I cannot believe how expensive they are. I have a nice Kitchen Aid blender, do you think I could make a green smoothie in that? My only fear is if I add spinach, the blades are too thick and it won't blend well. Thoughts?


----------



## sunnysandiegan (Mar 5, 2008)

A friend lent us her Vitamix four years ago when our DD got hand foot and mouth disease. DD's mouth was filled with awful blisters and she refused to eat. She was already tiny, so I was willing to try anything and emailed our playgroup for help. My friend put EVERYTHING in a laundry basket and set it on her front porch for me to come get. We borrowed it for two weeks and LOVED it! I made everything I could to get DD to eat and to test it out. We found favorite recipes quickly and I kept a copy to try with our blender later. We had a nice blender with a glass jar/pitcher and it shared a base with the food processor. Nothing came out the same. Not one single recipe. We were so sad.

We saved up for months, intending to get a Vitamix from the county fair, which is where several of our friends got theirs for less than retail. I was AT the fair and knew I wanted to head over to that area, but we totally forgot.
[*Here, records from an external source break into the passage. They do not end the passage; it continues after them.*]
/* The text shows swept values in the unit the user wrote (the option's, else the config's),
 * and times as warmup writes them ("7 min 20 s"); the files keep SI. */
static void test_cli_text_in_user_units(void **state)
{
    char csv[512];
    char *text;
    tp_run_result r;
    const char *grid[] = {"sweep", TP_SOURCE_DIR "/configs/workshop-bed-24v.yaml",
                          "--vary", "bed.layers.plate.thickness=3mm:4mm:1mm", "--csv", csv, NULL};
    const char *spread[] = {"sweep", TP_SOURCE_DIR "/configs/workshop-bed-24v.yaml", "--spread",
                            "bed.layers.plate.thickness=normal:5%", "--samples", "3", NULL};
    (void)state;
    snprintf(csv, sizeof csv, "%s/units.csv", scratch_dir());
    tp_run_tepid(tp_group_scratch(), grid, &r);
    assert_int_equal(r.status, 0);
    tp_check_contains("grid summary", r.out, "3 .. 4 mm (config: 6 mm)");
    tp_check_contains("grid header", r.out, "(mm)");
    tp_check_contains("grid row", r.out, "\n                           3 ");
    assert_null(strstr(r.out, "0.003"));
    assert_null(strstr(r.out, "(min)"));
    /* A duration as "N min SS s" in the to-setpoint column. */
    tp_check_contains("grid time", r.out, " min ");
    text = tp_read_file(csv);
    assert_non_null(text);
    tp_check_contains("csv in SI", text, "\n1,0.003,1,");
    free(text);
    tp_run_clear(&r);
    tp_run_tepid(tp_group_scratch(), spread, &r);
    assert_int_equal(r.status, 0);
    tp_check_contains("spread summary", r.out, "normal, sd 5 % of 6 mm");
    tp_check_contains("spread time", r.out, " min ");
    tp_check_contains("spread direction", r.out, "highest");
    tp_run_clear(&r);
}

/* A point that never reaches the setpoint (8 V into 2.4 ohm is 27 W, against about 98 W to
 * hold 90 degC on the 24 V demo: docs of the demo and tepid steady) has no overshoot: "-" in
 * the table and an empty cell in the CSV, not 0. */
static void test_cli_unreached_point_shows_dash(void **state)
{
    char csv[512];
    char *text, *row;
    tp_run_result r;
    const char *args[] = {"sweep", TP_SOURCE_DIR "/configs/workshop-bed-24v.yaml", "--vary",
                          "heater.supply=8V,24V", "--csv", csv, NULL};
    (void)state;
    snprintf(csv, sizeof csv, "%s/unreached.csv", scratch_dir());
    tp_run_tepid(tp_group_scratch(), args, &r);
    assert_int_equal(r.status, 0);
    row = strstr(r.out, "\n               8 ");
    assert_non_null(row);
    assert_null(strstr(row, "0.00\n"));
    assert_true(strncmp(row, "\n               8              -              -              -",
                        60) == 0);
    assert_null(strstr(r.out, "0.00 "));
    text = tp_read_file(csv);
    assert_non_null(text);
    /* point 1, 8 V, ok: time, ready and both overshoots empty. */
    tp_check_contains("csv row", text, "\n1,8,1,,,,,");
    free(text);
    tp_run_clear(&r);
}

/* A heater given as sold (heater.rated_power, rated_voltage): --vary and --spread accept its
 * rated power. On 20 V a heater rated P at 24 V draws P (20 / 24)^2 and P 20 / 24^2 A (its
 * resistance is 24^2 / P; Ohm's law, hand calculation): the peak power and current of every
 * point follow its rated power. */
static void test_cli_rated_power_varies_and_spreads(void **state)
{
    static const char *cfg =
        "room: {temperature: 20 degC}\n"
        "bed:\n"
        "  size: [150 mm, 150 mm]\n"
        "  layers:\n"
        "    - {id: plate, material: aluminium-6061, thickness: 4 mm}\n"
        "heater: {layer: plate, rated_power: 120 W, rated_voltage: 24 V, supply: 20 V}\n"
        "sensor: {layer: plate, coupling: 0.05 W/K, capacity: 0.2 J/K}\n"
        "control: {mode: on-off, setpoint: 60 degC, band: 2 K}\n"
        "run: {duration: 10 min, step: 1 s}\n";
    char path[TP_TEST_PATH], json[TP_TEST_PATH];
    const char *grid[] = {"sweep", path, "-q", "--vary", "heater.rated_power=60W,150W",
                          "--json", json, NULL};
    const char *spread[] = {"sweep", path, "-q", "--spread", "heater.rated_power=normal:10%",
                            "--samples", "6", "--json", json, NULL};
    const char *const *runs[] = {grid, spread};
    size_t k;
    (void)state;
    tp_scratch_write(tp_group_scratch(), "rated.yaml", cfg, path);
    tp_scratch_path(tp_group_scratch(), "rated.json", json, sizeof json);
    for (k = 0; k < 2; k++) {
        cJSON *root, *pt;
        int n = 0;
        assert_int_equal(tp_run_status(tp_group_scratch(), runs[k]), 0);
        root = tp_read_json(json);
        cJSON_ArrayForEach(pt, cJSON_GetObjectItemCaseSensitive(root, "points"))
        {
            const cJSON *m = cJSON_GetObjectItemCaseSensitive(pt, "metrics");
            double p = cJSON_GetObjectItemCaseSensitive(
                           cJSON_GetObjectItemCaseSensitive(pt, "parameters"),
                           "heater.rated_power")->valuedouble;
            tp_check_rel("peak power",
                         cJSON_GetObjectItemCaseSensitive(m, "power_peak_W")->valuedouble,
                         p * (20.0 / 24.0) * (20.0 / 24.0), 1e-9);
            tp_check_rel("peak current",
                         cJSON_GetObjectItemCaseSensitive(m, "current_peak_A")->valuedouble,
                         p * 20.0 / 576.0, 1e-9);
            n++;
        }
        assert_int_equal(n, k == 0 ? 2 : 6);
        cJSON_Delete(root);
    }
}

static void test_cli_readme_commands(void **state)
{
    /* The two sweep commands of README.md, on the 24 V demo, succeed. */
    char args[1024];
    (void)state;
    snprintf(args, sizeof args,
             "sweep %s/configs/workshop-bed-24v.yaml --vary heater.supply=20V:28V:2V",
             TP_SOURCE_DIR);
    assert_int_equal(run_tepid(args), 0);
    snprintf(args, sizeof args,
             "sweep %s/configs/workshop-bed-24v.yaml --spread heater.resistance=normal:5%% "
             "--spread room.temperature=uniform:16degC:28degC --samples 200",
             TP_SOURCE_DIR);
    assert_int_equal(run_tepid(args), 0);
}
A (different) friend called me one day a couple months later and told me the Vitamix Road Show was at Costco. It wasn't a Costco I could get to easily (an hour away), but I kept my eyes open. I came across it at one of the Costco's we frequent and dragged DH back that very same night. The homemade super smooth peanut butter sealed the sale!







It was less at Costco (brand new) than my friends paid at the fair (refurbished), at least back then. I don't know current day prices.

All that said, what I like about our Vitamix is all the OTHER stuff we do with it... NOT smoothies. I make smoothies in it, but I also use our (old, circa 1998) handheld Braun for smoothies. The Braun is quick and makes just a glassful, but can only handle frozen fruit NOT ice. The Vitamix is amazing, but isn't the end-all, be-all in smoothie-making. What made it so much better for me is I actually USE it because it is far easier and faster to clean up compared to our old blender (too many parts on the blender). I make smoothies just for me or DD (if only one of us wants one) in a glass with the handheld Braun and they are just as good. If more than one person wants a smoothie, though, (or we want to make smoothie popsicles,) I use the Vitamix.

If one ONLY wants to make smoothies, I think the Vitamix is a very pricey way to go. If one has a strong interest in whole foods and is interested in getting one long-lasting high-quality machine, then I think the Vitamix is a serious contender.


----------



## Chakra (Sep 7, 2006)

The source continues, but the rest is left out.